→ To do
Lines in the entries below where the word "coreAnalysis" shows up should each be copied.

'''

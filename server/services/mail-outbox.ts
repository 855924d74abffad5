import { desc } from "drizzle-orm";
import type { MailMessage } from "../../shared/schemas/studies";
import type { Db } from "../db/client";
import { mailOutbox } from "../db/schema";

const LINK = /https?:\/\/[^\s<>"')]+/g;

export async function listCaughtMail(db: Db, limit = 100): Promise<MailMessage[]> {
  const rows = await db.select().from(mailOutbox).orderBy(desc(mailOutbox.id)).limit(limit);
  return rows.map((r) => ({
    id: String(r.id),
    to: r.to,
    from: r.from,
    subject: r.subject,
    text: r.text,
    links: [...new Set(r.text.match(LINK) ?? [])],
    receivedAt: r.receivedAt.toISOString(),
  }));
}
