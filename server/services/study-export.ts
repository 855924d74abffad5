/**
 * A whole Study as one zip: for each life cycle its Stagewright JSON, its
 * matrices and results as CSV (shared/export/csv.ts, the same escaping the
 * browser's downloads use) and its report PDF, with a README.txt listing
 * everything. Files are counted as they are made, and the export stops with
 * a 413 as soon as they pass the limit.
 */
import { zipSync, type Zippable } from "fflate";
import { fileStem, lifeCycleJson, matrixCsv, resultsCsv } from "../../shared/export/csv";
import { buildMatrices } from "../../shared/lifecycle";
import { asc, eq } from "drizzle-orm";
import type { Db } from "../db/client";
import { datasets } from "../db/schema";
import { HttpError } from "../http/errors";
import { reportPdf } from "../report/pdf";
import { listLifeCycles } from "./life-cycles";
import { buildReport } from "./report";
import { getStudy } from "./studies";

const encoder = new TextEncoder();
const mb = (bytes: number) => `${(bytes / 1_048_576).toFixed(1)} MB`;

export interface StudyExport {
  fileName: string;
  zip: Uint8Array;
}

export async function exportStudy(db: Db, studyId: string, userId: string, limitBytes: number): Promise<StudyExport> {
  const study = await getStudy(db, studyId, userId);
  const lifeCycles = await listLifeCycles(db, studyId);
  const files: Zippable = {};
  const listing: string[] = [];
  let total = 0;
  const add = (name: string, data: Uint8Array | string, what: string, compress = true) => {
    const bytes = typeof data === "string" ? encoder.encode(data) : data;
    total += bytes.length;
    if (total > limitBytes) {
      throw new HttpError(
        413,
        `This Study's export passed the limit of ${mb(limitBytes)} (at ${mb(total)}, with ${name}). Download the life cycles one at a time from their Export tab, or ask your administrator to raise EXPORT_LIMIT_MB.`,
      );
    }
    files[name] = compress ? bytes : [bytes, { level: 0 }];
    listing.push(`${name}\t${what}`);
  };

  const used = new Set<string>();
  for (const summary of lifeCycles) {
    const report = await buildReport(db, summary.id);
    const doc = report.document;
    let stem = fileStem(doc.name);
    for (let k = 2; used.has(stem); k++) stem = `${fileStem(doc.name)}-${k}`;
    used.add(stem);
    const dir = `life-cycles/${stem}`;
    const names = doc.stages.map((s) => s.name);
    add(`${dir}/${stem}.stagewright.json`, lifeCycleJson(doc), `“${doc.name}” as a Stagewright life-cycle document (format ${doc.stagewright})`);
    const m = buildMatrices(doc);
    if (m.errors.length === 0 && doc.stages.length > 0) {
      add(`${dir}/matrix-A.csv`, matrixCsv(m.A, names), "projection matrix A (rows: stage at t+1, columns: stage at t)");
      add(`${dir}/matrix-U.csv`, matrixCsv(m.U, names), "survival and growth part U of A");
      add(`${dir}/matrix-F.csv`, matrixCsv(m.F, names), "reproduction part F of A");
    }
    if (report.analysis) add(`${dir}/results.csv`, resultsCsv(doc, report.analysis), "λ, w, v, sensitivities, elasticities and life history");
    else listing.push(`${dir}/ (no matrices or results: ${report.analysisProblem ?? "the life cycle cannot be analysed"})`);
    add(`${dir}/report.pdf`, await reportPdf(report, "a4"), "the report (A4)", false);
  }

  // Field data exactly as uploaded (the bytes people sent), one folder per dataset.
  const rows = await db
    .select({ name: datasets.name, kind: datasets.kind, fileName: datasets.fileName, content: datasets.fileContent, rowCount: datasets.rowCount })
    .from(datasets)
    .where(eq(datasets.studyId, studyId))
    .orderBy(asc(datasets.name));
  const usedData = new Set<string>();
  for (const d of rows) {
    let stem = fileStem(d.name);
    for (let k = 2; usedData.has(stem); k++) stem = `${fileStem(d.name)}-${k}`;
    usedData.add(stem);
    const file = d.fileName.replace(/[/\\]/g, "_") || "upload.csv";
    add(`datasets/${stem}/${file}`, new Uint8Array(d.content), `dataset “${d.name}” (${d.kind}, ${d.rowCount} rows) as uploaded`);
  }

  const readme = [
    `Stagewright export of the Study “${study.name}”`,
    `Made ${new Date().toISOString()}; ${lifeCycles.length} life cycle${lifeCycles.length === 1 ? "" : "s"}, ${rows.length} dataset${rows.length === 1 ? "" : "s"}.`,
    "Datasets are the files exactly as uploaded (their own delimiter and encoding); the CSV escaping below applies to files Stagewright writes.",
    "",
    "CSV files: comma-separated, UTF-8, CRLF line ends. Text cells that begin with =, +, -, @, a tab or a carriage return",
    "are written with a leading ' so a spreadsheet shows them as text instead of running them as formulas. Numbers are plain numbers.",
    "",
    "Results support and do not replace expert judgement. Status listings and management decisions follow the rules of",
    "the responsible authority and peer review. Models are only as good as their data.",
    "",
    "Files:",
    ...listing,
    "",
  ].join("\r\n");
  add("README.txt", readme, "this file");
  return { fileName: `${fileStem(study.name)}-stagewright.zip`, zip: zipSync(files, { level: 6 }) };
}
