import { randomInt } from "node:crypto";
import { and, eq, inArray, isNull } from "drizzle-orm";
import { ZodError } from "zod";
import { mergeChunks, simulateChunk, type ChunkResult } from "../../shared/demography";
import { upgradeLifeCycle, type LifeCycle } from "../../shared/lifecycle";
import { buildRiskModel, iucnCriterionE, planChunks, RiskModelError, yearsPerTimeStep, type ChunkPlan } from "../../shared/risk";
import { RiskSettingsSchema, type RiskSettings } from "../../shared/schemas/risk";
import type { RiskRunResult } from "../../shared/schemas/runs";
import type { Db } from "../db/client";
import { lifeCycles } from "../db/schema";
import { HttpError, zodFields } from "../http/errors";
import type { RunKind } from "./kinds";

/** Everything a Risk run needs, frozen when it starts. */
export interface RiskInput {
  settings: RiskSettings;
  seed: number;
  document: LifeCycle;
  /** Life cycles used as environments, by id. */
  environments: Record<string, LifeCycle>;
  plan: ChunkPlan;
}

const badSettings = (fields: { path: string; message: string }[]) =>
  new HttpError(400, `settings.${fields[0]!.path}: ${fields[0]!.message}`, "bad_request", fields.map((f) => ({ ...f, path: `settings.${f.path}` })));

function model(input: RiskInput) {
  return buildRiskModel(input.document, input.settings, input.environments);
}

export const riskRun: RunKind<RiskInput, ChunkResult, RiskRunResult> = {
  async prepare(db: Db, target, raw) {
    let settings: RiskSettings;
    try {
      settings = RiskSettingsSchema.parse(raw);
    } catch (err) {
      if (err instanceof ZodError) throw badSettings(zodFields(err));
      throw err;
    }
    const [row] = await db.select().from(lifeCycles).where(and(eq(lifeCycles.id, target.lifeCycleId), isNull(lifeCycles.deletedAt)));
    if (!row) throw new HttpError(404, "No such life cycle.");
    const document = upgradeLifeCycle(row.document);
    const environments: Record<string, LifeCycle> = {};
    if (settings.environment.kind !== "vital-rates") {
      const ids = settings.environment.lifeCycleIds;
      const found = ids.length
        ? await db.select().from(lifeCycles).where(and(inArray(lifeCycles.id, ids.filter((id) => /^[0-9a-f-]{36}$/i.test(id))), eq(lifeCycles.studyId, target.studyId), isNull(lifeCycles.deletedAt)))
        : [];
      for (const [k, id] of ids.entries()) {
        const lc = found.find((f) => f.id === id);
        if (!lc) throw badSettings([{ path: `environment.lifeCycleIds.${k}`, message: "No life cycle with this id in the Study." }]);
        environments[id] = upgradeLifeCycle(lc.document);
      }
    }
    const seed = settings.seed ?? randomInt(0, 2 ** 31);
    const input: RiskInput = { settings: { ...settings, seed }, seed, document, environments, plan: { chunks: [], version: 0, workUnits: 0, estimatedSeconds: 0, estimatedSecondsPerChunk: 0 } };
    try {
      model(input); // every check that needs the documents, before anything is queued
    } catch (err) {
      if (err instanceof RiskModelError) throw badSettings(err.fields);
      throw err;
    }
    input.plan = planChunks(settings, document.stages.length, { transitionCount: document.transitions.length });
    return { input, settings: input.settings, chunks: input.plan.chunks.length };
  },

  runChunk(input, chunkIndex) {
    const chunk = input.plan.chunks[chunkIndex];
    if (!chunk) throw new Error(`Chunk ${chunkIndex} is not in the run's plan.`);
    const m = model(input);
    return simulateChunk(m.model, m.simulation, { seed: input.seed, ...chunk });
  },

  merge(input, partials) {
    const m = model(input);
    const result = mergeChunks(m.simulation, partials);
    return {
      ...result,
      stageIds: m.stageIds,
      stageNames: m.stageNames,
      timeStepUnit: m.timeStepUnit,
      seed: input.seed,
      generationLength: m.generationLength,
      generationLengthReason: m.generationLengthReason,
      criterionE: iucnCriterionE(result, m.generationLength, { yearsPerInterval: yearsPerTimeStep(input.document.timeStepUnit) ?? undefined }),
    };
  },
};
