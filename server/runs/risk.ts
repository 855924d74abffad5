import { randomInt } from "node:crypto";
import { and, eq, inArray, isNull } from "drizzle-orm";
import { ZodError } from "zod";
import { mergeChunks, simulateChunk, type ChunkResult } from "../../shared/demography";
import { applyScenario, LeverError } from "../../shared/levers";
import { upgradeLifeCycle, type LifeCycle } from "../../shared/lifecycle";
import { applyOp } from "../../shared/lifecycle/scenarios";
import { buildRiskModel, iucnCriterionE, planChunks, RiskModelError, yearsPerTimeStep, type ChunkPlan } from "../../shared/risk";
import { RiskSettingsSchema, type RiskSettings } from "../../shared/schemas/risk";
import type { RiskRunResult } from "../../shared/schemas/runs";
import type { Db } from "../db/client";
import { lifeCycles } from "../db/schema";
import { HttpError, zodFields } from "../http/errors";
import type { RunKind } from "./kinds";

/** Everything a Risk run needs, frozen when it starts. */
export interface RiskInput {
  settings: RiskSettings;
  seed: number;
  document: LifeCycle;
  /** Life cycles used as environments, by id. */
  environments: Record<string, LifeCycle>;
  plan: ChunkPlan;
}

const badSettings = (fields: { path: string; message: string }[]) =>
  new HttpError(400, `settings.${fields[0]!.path}: ${fields[0]!.message}`, "bad_request", fields.map((f) => ({ ...f, path: `settings.${f.path}` })));

function model(input: RiskInput) {
  return buildRiskModel(input.document, input.settings, input.environments);
}

/**
 * A Run of a Levers scenario computes the life cycle with the scenario's
 * changes made. Drawn rates take their yearly mean from the settings, so a
 * scenario's change to such a rate is made to that mean too.
 */
function scenarioForRun(doc: LifeCycle, settings: RiskSettings): { document: LifeCycle; settings: RiskSettings } | null {
  if (settings.scenarioId === undefined) return null;
  const index = (doc.scenarios ?? []).findIndex((s) => s.id === settings.scenarioId);
  const scenario = doc.scenarios?.[index];
  if (!scenario) throw badSettings([{ path: "scenarioId", message: "The saved life cycle has no scenario with this id." }]);
  if (settings.environment.kind !== "vital-rates") {
    throw badSettings([{ path: "scenarioId", message: "A scenario run varies this life cycle's vital rates: choose the vital-rate environment." }]);
  }
  let document: LifeCycle;
  try {
    document = applyScenario(doc, scenario, { index });
  } catch (err) {
    if (err instanceof LeverError) throw badSettings([{ path: "scenarioId", message: err.message }]);
    throw err;
  }
  const rates = settings.environment.rates.map((r) => {
    let mean = r.mean;
    for (const c of scenario.changes) if (c.target.kind === "rate" && c.target.rateId === r.rateId) mean = applyOp(c.op, mean, c.value);
    return { ...r, mean };
  });
  return { document, settings: { ...settings, environment: { ...settings.environment, rates } } };
}

export const riskRun: RunKind<RiskInput, ChunkResult, RiskRunResult> = {
  async prepare(db: Db, target, raw) {
    let settings: RiskSettings;
    try {
      settings = RiskSettingsSchema.parse(raw);
    } catch (err) {
      if (err instanceof ZodError) throw badSettings(zodFields(err));
      throw err;
    }
    if (!target.lifeCycleId) throw new HttpError(400, "A Risk run works on a life cycle.");
    const [row] = await db.select().from(lifeCycles).where(and(eq(lifeCycles.id, target.lifeCycleId), isNull(lifeCycles.deletedAt)));
    if (!row) throw new HttpError(404, "No such life cycle.");
    const saved = upgradeLifeCycle(row.document);
    const scenario = scenarioForRun(saved, settings);
    const document = scenario ? scenario.document : saved;
    const environments: Record<string, LifeCycle> = {};
    if (settings.environment.kind !== "vital-rates") {
      const ids = settings.environment.lifeCycleIds;
      const found = ids.length
        ? await db.select().from(lifeCycles).where(and(inArray(lifeCycles.id, ids.filter((id) => /^[0-9a-f-]{36}$/i.test(id))), eq(lifeCycles.studyId, target.studyId), isNull(lifeCycles.deletedAt)))
        : [];
      for (const [k, id] of ids.entries()) {
        const lc = found.find((f) => f.id === id);
        if (!lc) throw badSettings([{ path: `environment.lifeCycleIds.${k}`, message: "No life cycle with this id in the Study." }]);
        environments[id] = upgradeLifeCycle(lc.document);
      }
    }
    const seed = settings.seed ?? randomInt(0, 2 ** 31);
    // A scenario's run computes with the scenario's means; the Run keeps the settings as entered.
    const input: RiskInput = { settings: { ...(scenario ? scenario.settings : settings), seed }, seed, document, environments, plan: { chunks: [], version: 0, workUnits: 0, estimatedSeconds: 0, estimatedSecondsPerChunk: 0 } };
    try {
      model(input); // every check that needs the documents, before anything is queued
    } catch (err) {
      if (err instanceof RiskModelError) throw badSettings(err.fields);
      throw err;
    }
    input.plan = planChunks(settings, document.stages.length, { transitionCount: document.transitions.length });
    return { input, settings: { ...settings, seed }, chunks: input.plan.chunks.length };
  },

  runChunk(input, chunkIndex) {
    const chunk = input.plan.chunks[chunkIndex];
    if (!chunk) throw new Error(`Chunk ${chunkIndex} is not in the run's plan.`);
    const m = model(input);
    return simulateChunk(m.model, m.simulation, { seed: input.seed, ...chunk });
  },

  merge(input, partials) {
    const m = model(input);
    const result = mergeChunks(m.simulation, partials);
    return {
      ...result,
      stageIds: m.stageIds,
      stageNames: m.stageNames,
      timeStepUnit: m.timeStepUnit,
      seed: input.seed,
      generationLength: m.generationLength,
      generationLengthReason: m.generationLengthReason,
      criterionE: iucnCriterionE(result, m.generationLength, { yearsPerInterval: yearsPerTimeStep(input.document.timeStepUnit) ?? undefined }),
    };
  },
};
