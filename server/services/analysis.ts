import { analyzeMatrix, MatrixInputError, type MatrixAnalysis } from "../../shared/demography";
import { buildMatrices, LifeCycleFormulaError, vitalRateSensitivities, type LifeCycle } from "../../shared/lifecycle";
import { lifeCycleDeltaMethod } from "../../shared/uncertainty";
import type { AnalyzeMatrixRequest, LifeCycleAnalysis } from "../../shared/schemas/life-cycles";
import { HttpError } from "../http/errors";


/** The core's input errors (non-square, NaN…) are the client's: a 400 naming the field. */
function coreAnalysis(input: Parameters<typeof analyzeMatrix>[0]): MatrixAnalysis {
  try {
    return analyzeMatrix(input);
  } catch (err) {
    if (err instanceof MatrixInputError) {
      throw new HttpError(400, err.message, "bad_request", [{ path: err.path.join("."), message: err.message }]);
    }
    throw err;
  }
}

export function analyzeBareMatrix(req: AnalyzeMatrixRequest): MatrixAnalysis {
  const { matrix, fertility } = req;
  const U = fertility ? matrix.map((row, i) => row.map((a, j) => Math.max(0, a - fertility[i]![j]!))) : undefined;
  return coreAnalysis({ A: matrix, U, F: fertility, stageNames: req.stages, initial: req.initial, projectionSteps: req.projectionSteps });
}

/**
 * Builds A, U and F from a life-cycle document and analyses them. A formula
 * that cannot be computed is the request's fault (`status` 400), or the stored
 * document's (422), with each problem tied to its arrow's field.
 */
export function analyzeLifeCycle(
  doc: LifeCycle,
  options: { initial?: number[]; projectionSteps?: number; status?: 400 | 422; field?: string } = {},
): LifeCycleAnalysis {
  const field = options.field ?? "document";
  if (doc.stages.length === 0) {
    throw new HttpError(options.status ?? 400, "The life cycle has no stages yet: add a stage to analyse it.", "bad_request", [{ path: `${field}.stages`, message: "Add at least one stage." }]);
  }
  const m = buildMatrices(doc);
  if (m.errors.length > 0) {
    const index = new Map(doc.transitions.map((t, i) => [t.id, i]));
    const fields = m.errors.map((e) => ({ path: `${field}.transitions.${index.get(e.transitionId)}.rate`, message: e.message }));
    throw new HttpError(options.status ?? 400, `The life cycle cannot be analysed: ${fields[0]!.message}`, options.status === 422 ? "unanalysable" : "bad_request", fields);
  }
  const analysis = coreAnalysis({ A: m.A, U: m.U, F: m.F, stageNames: m.stageNames, initial: options.initial, projectionSteps: options.projectionSteps });
  const vitalRates = analysis.sensitivity ? vitalRateSensitivities(doc, analysis.sensitivity, analysis.lambda) : [];
  return {
    ...analysis,
    stageIds: m.stageIds,
    census: doc.census,
    timeStepUnit: doc.timeStepUnit,
    matrices: { A: m.A, U: m.U, F: m.F },
    vitalRates,
    uncertainty: analysis.sensitivity ? deltaOrNull(doc, vitalRates.map((r) => r.sensitivity)) : null,
  };
}

/** The delta method, or null when a formula cannot be evaluated near the rates' values (the analysis above stands). */
function deltaOrNull(doc: LifeCycle, sensitivity: number[]) {
  try {
    return lifeCycleDeltaMethod(doc, sensitivity);
  } catch (err) {
    if (err instanceof LifeCycleFormulaError) return null;
    throw err;
  }
}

'''

→ Result of the task
function coreAnalysis(input: Parameters<typeof analyzeMatrix>[0]): MatrixAnalysis {
  return coreAnalysis({ A: matrix, U, F: fertility, stageNames: req.stages, initial: req.initial, projectionSteps: req.projectionSteps });
  const analysis = coreAnalysis({ A: m.A, U: m.U, F: m.F, stageNames: m.stageNames, initial: options.initial, projectionSteps: options.projectionSteps });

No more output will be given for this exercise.